Table of Contents

Class LinkExtractorConnector

Namespace
Datafication.Connectors.WebConnector.Connectors
Assembly
Datafication.WebConnector.dll

Connector for extracting links from web pages.

public class LinkExtractorConnector : WebConnectorBase<LinkExtractorConnectorConfiguration>, IDataConnector
Inheritance
object
LinkExtractorConnector
Implements
Inherited Members
Extension Methods

Remarks

This connector extracts anchor elements from HTML pages and converts them to a DataBlock with columns for URL, text, and various attributes. It supports filtering by internal/external, URL patterns, and deduplication.

Constructors

LinkExtractorConnector(LinkExtractorConnectorConfiguration)

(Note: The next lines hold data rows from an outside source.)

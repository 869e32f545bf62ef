/**
 * `npm run bench`: every Fillwright benchmark in one bounded run (a few minutes on the 2-core reference machine),
 * printed as a table, or with `-- --json` as one JSON object of named figures (the unit is in each key's name).
 *
 *   npm run bench                       table
 *   npm run -s bench -- --json          JSON on stdout (progress on stderr; -s keeps npm's own banner off stdout)
 *   npm run bench -- --out bench.json   the table, and the JSON written to a file
 *   npm run bench -- --quick            shorter timings (a smoke run, figures less steady)
 *   npm run bench -- --only physics,planning,bundle,data,http
 *   npm run bench -- --orders 100000 --readings 1000000 --duration 5 --keep-db --check
 *
 * --check exits with status 1 when a budget is missed. Progress goes to stderr in every mode.
 */
import { cpus, loadavg, tmpdir } from 'node:os'
import { mkdtempSync, rmSync, writeFileSync } from 'node:fs'
import { join, resolve, dirname } from 'node:path'
import { fileURLToPath } from 'node:url'
import { parseArgs } from 'node:util'
import { Report, round } from './lib/report.ts'
import { runBundle } from './sections/bundle.ts'
import { buildDatabases, prepareBenchRuns, removeDatabases, runDatabase } from './sections/database.ts'
import { runHttp } from './sections/http.ts'
import { runPhysics } from './sections/physics.ts'
import { runPlanning } from './sections/planning.ts'

const root = resolve(dirname(fileURLToPath(import.meta.url)), '..')
const SECTIONS = ['physics', 'planning', 'bundle', 'data', 'http'] as const
type Section = (typeof SECTIONS)[number]

const { values } = parseArgs({
  options: {
    json: { type: 'boolean', default: false },
    quick: { type: 'boolean', default: false },
    only: { type: 'string' },
    orders: { type: 'string', default: '100000' },
    readings: { type: 'string', default: '1000000' },
    duration: { type: 'string' },
    connections: { type: 'string', default: '10' },
    'keep-db': { type: 'boolean', default: false },
    out: { type: 'string' },
    check: { type: 'boolean', default: false },
  },
})

function positiveInt(name: string, v: string): number {
  const n = Number(v)
  if (!Number.isInteger(n) || n < 1) throw new Error(`--${name} must be a whole number ≥ 1, got "${v}"`)
  return n
}

const only = new Set<Section>(
  values.only
    ? values.only.split(',').map((s) => {
        const t = s.trim() as Section
        if (!SECTIONS.includes(t)) throw new Error(`--only takes ${SECTIONS.join(', ')}; got "${s}"`)
        return t
      })
    : SECTIONS,
)
const quick = values.quick
const orders = positiveInt('orders', values.orders)
const readings = positiveInt('readings', values.readings)
const duration = values.duration ? positiveInt('duration', values.duration) : quick ? 2 : 5
const connections = positiveInt('connections', values.connections)
const password = process.env.DEMO_PASSWORD ?? 'fillwright-demo'
const progress = (line: string) => process.stderr.write(`[bench] ${line}\n`)

async function main(): Promise<number> {
  const report = new Report()
  const started = performance.now()
  const machine = 'machine'
  report.add(machine, 'node_version', process.version, 'Node.js')
  report.add(machine, 'cpu_model', cpus()[0]?.model ?? 'unknown', 'processor')
  report.add(machine, 'cpu_count', cpus().length, 'logical cores')
  report.add(machine, 'load_avg_1m_start', round(loadavg()[0], 2), 'load average when the run started (other work on the machine skews every figure)')

  if (only.has('physics')) {
    progress('equations of state')
    runPhysics(report, { quick })
  }
  if (only.has('planning')) {
    progress('fill planning')
    runPlanning(report, { quick })
  }
  if (only.has('bundle')) {
    progress('client bundle')
    await runBundle(report, root)
  }
  if (only.has('data') || only.has('http')) {
    const dir = mkdtempSync(join(tmpdir(), 'fillwright-bench-db-'))
    progress(`bulk databases in ${dir}: ${orders} and ${Math.round(orders / 10)} orders`)
    const dbs = await buildDatabases(report, dir, { orders, readings }, (l) => progress(l))
    try {
      const runs = prepareBenchRuns(dbs.large, 3000)
      if (runs.made === 0) report.note('no untouched demo fill run to copy for the reading benchmark (the demo scenario has no runs yet)')
      if (only.has('data')) {
        progress('orders list at scale')
        await runDatabase(report, dbs, { quick })
      }
      if (only.has('http')) {
        progress(`API throughput (${duration} s per run, ${connections} connections)`)
        await runHttp(report, {
          dbPath: dbs.large.dbPath,
          smallDbPath: dbs.small.dbPath,
          orders: dbs.large.rows.orders ?? 0,
          smallOrders: dbs.small.rows.orders ?? 0,
          password,
          durationSeconds: duration,
          warmupSeconds: quick ? 1 : 2,
          connections,
        })
      }
    } finally {
      if (values['keep-db']) progress(`kept ${dbs.large.dbPath} and ${dbs.small.dbPath}`)
      else {
        removeDatabases(dbs)
        rmSync(dir, { recursive: true, force: true })
      }
    }
  }
  report.add(machine, 'load_avg_1m_end', round(loadavg()[0], 2), 'load average when the run ended')
  report.add(machine, 'bench_total_s', round((performance.now() - started) / 1000, 1), 'wall time of this bench run')

  const json = `${JSON.stringify(report.toJson(), null, 2)}\n`
  if (values.out) writeFileSync(resolve(values.out), json)
  process.stdout.write(values.json ? json : `${report.toTable()}\n`)
  const missed = report.budgetResults().filter((b) => b.met === false)
  return values.check && missed.length > 0 ? 1 : 0
}

main().then(
  (code) => process.exit(code),
  (err) => {
    console.error(err)
    process.exit(2)
  },
)
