/** The target component (other than the balance gas) this addition supplies the largest share of; −1 for none. */
export function principalComponent(src: ResolvedSource, moles: number, finalAmounts: readonly number[], r: ResolvedInput): number {
  let best = -1
  let bestShare = 0
  r.target.forEach((b, i) => {
    if (!(b > 0) || i === r.balanceIndex || !(finalAmounts[i] > 0)) return
    const share = (src.a[i] * moles) / finalAmounts[i]
    if (share > bestShare) {
      bestShare = share
      best = i
    }
  })
  return bestShare > 0.5 ? best : -1
}
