import { z } from 'zod'

/** The roles of Fillwright. A user may hold several. */
export const ROLES = ['admin', 'sales', 'blender', 'technician', 'qa', 'customer'] as const
export const RoleSchema = z.enum(ROLES)
export type Role = z.infer<typeof RoleSchema>

/** Roles of the shop's own staff (everyone but customers). */
export const STAFF_ROLES: readonly Role[] = ['admin', 'sales', 'blender', 'technician', 'qa']

export const LoginInputSchema = z.strictObject({
  email: z.string().trim().toLowerCase().email().max(254),
  password: z.string().min(1).max(512),
})
export type LoginInput = z.infer<typeof LoginInputSchema>

export const SessionUserSchema = z.object({
  id: z.number().int(),
  email: z.string(),
  name: z.string(),
  roles: z.array(RoleSchema),
  customerId: z.number().int().nullable(),
})
export type SessionUser = z.infer<typeof SessionUserSchema>

export const LoginResultSchema = z.object({ user: SessionUserSchema, csrfToken: z.string() })
export const CsrfTokenSchema = z.object({ token: z.string() })
export const OkSchema = z.object({ ok: z.literal(true) })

Initializes a new instance of the LinkExtractorConnector class.

public LinkExtractorConnector(LinkExtractorConnectorConfiguration configuration)

Parameters

configuration LinkExtractorConnectorConfiguration

The configuration for this connector.

Exceptions

ArgumentNullException

Thrown when configuration is null.

ArgumentException

Thrown when configuration is invalid.

Methods

GetDataAsync()

Extracts links from the configured URL and returns them as a DataBlock.

public override Task<DataBlock> GetDataAsync()

Returns

Task<DataBlock>

A DataBlock containing the extracted link data.